### The task
Find every line in the entries that holds the string "Buffer" and report it.

### Entries shown
━━━━━━━━

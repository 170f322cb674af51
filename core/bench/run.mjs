// Runs every core benchmark, each in its own Node process so peak memory is its own.
// Usage: npm run bench (from the root or from core/); `npm run bench -w core -- las` runs one.
// The benchmarks and core are first compiled with tsc (tsconfig.bench.json) and run by plain
// Node, as the built service runs them: a TypeScript loader's module wrappers would add a call
// per cross-module function use inside the hot loops and distort the figures.
import { spawnSync } from 'node:child_process';
import { readdirSync } from 'node:fs';
import { createRequire } from 'node:module';
import { dirname, join } from 'node:path';
import { fileURLToPath } from 'node:url';

const here = dirname(fileURLToPath(import.meta.url));
const root = join(here, '..');
const tsc = createRequire(import.meta.url).resolve('typescript/bin/tsc');
const built = spawnSync(process.execPath, [tsc, '-p', join(root, 'tsconfig.bench.json')], { stdio: 'inherit', cwd: root });
if (built.status !== 0) process.exit(built.status ?? 1);

const only = process.argv[2];
const outDir = join(root, '.bench-out', 'bench');
const files = readdirSync(here)
  .filter((f) => f.endsWith('.bench.ts'))
  .filter((f) => !only || f.includes(only))
  .sort();
let failed = 0;
for (const f of files) {
  console.log(`\n=== ${f} ===`);
  const r = spawnSync(process.execPath, ['--expose-gc', '--max-old-space-size=8192', join(outDir, f.replace(/\.ts$/, '.js'))], {
    stdio: 'inherit',
    cwd: root,
  });
  if (r.status !== 0) failed++;
}
process.exit(failed ? 1 : 0);
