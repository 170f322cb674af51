import { describe, it, expect } from 'vitest';
import { readdirSync, readFileSync, statSync } from 'node:fs';
import { join, relative, sep } from 'node:path';
import { fileURLToPath } from 'node:url';
import { generateDemoField } from '../src/generate.js';

const DATA = fileURLToPath(new URL('../data/', import.meta.url));

function listFiles(dir: string): string[] {
  return readdirSync(dir).flatMap((name) => {
    const p = join(dir, name);
    return statSync(p).isDirectory() ? listFiles(p) : [relative(DATA, p).split(sep).join('/')];
  });
}

describe('generateDemoField', () => {
  const files = generateDemoField();

  it('generateDemoField() reproduces every committed file in data/ byte for byte', () => {
    // The committed files are the reference: written by scripts/generate.ts from the same seed.
    for (const f of files) {
      const committed = readFileSync(join(DATA, ...f.path.split('/')));
      expect(Buffer.from(f.content, 'utf8').equals(committed), `data/${f.path} differs from the generator output`).toBe(true);
    }
  });

  it('data/ holds exactly the generated files and stays small', () => {
    expect(listFiles(DATA).sort()).toEqual(files.map((f) => f.path).sort());
    const bytes = files.reduce((s, f) => s + Buffer.byteLength(f.content), 0);
    expect(bytes).toBeLessThan(3e6); // the issue asks for a few MB at most
  });

  it('writes the special cases the loader must handle', () => {
    const text = (p: string) => files.find((f) => f.path === p)!.content;
    expect(text('las/WM-5.las')).toMatch(/^ STRT\.M\s/m); // metric depths
    expect(text('las/WM-6.las')).toMatch(/^ WRAP\.\s+YES/m); // wrapped
    expect(text('las/WM-9.las')).toMatch(/^ VERS\.\s+3\.0/m); // LAS 3.0
    expect(text('las/WM-9.las')).toMatch(/^ DLM\.\s+COMMA/m);
    expect(files.filter((f) => f.wellName === 'WM-4' && f.kind === 'las')).toHaveLength(2); // two runs
    expect(text('surveys/WM-7_survey.csv').split('\n')[0]).toBe('md_ft,inclination_deg,azimuth_deg');
    expect(text('las/WM-3.las')).toContain('-999.25'); // a null run
  });
});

━━━━━━━━

### Your solution
      expect(Buffer.from(f.content, 'utf8').equals(committed), `data/${f.path} differs from the generator output`).toBe(true);
    const bytes = files.reduce((s, f) => s + Buffer.byteLength(f.content), 0);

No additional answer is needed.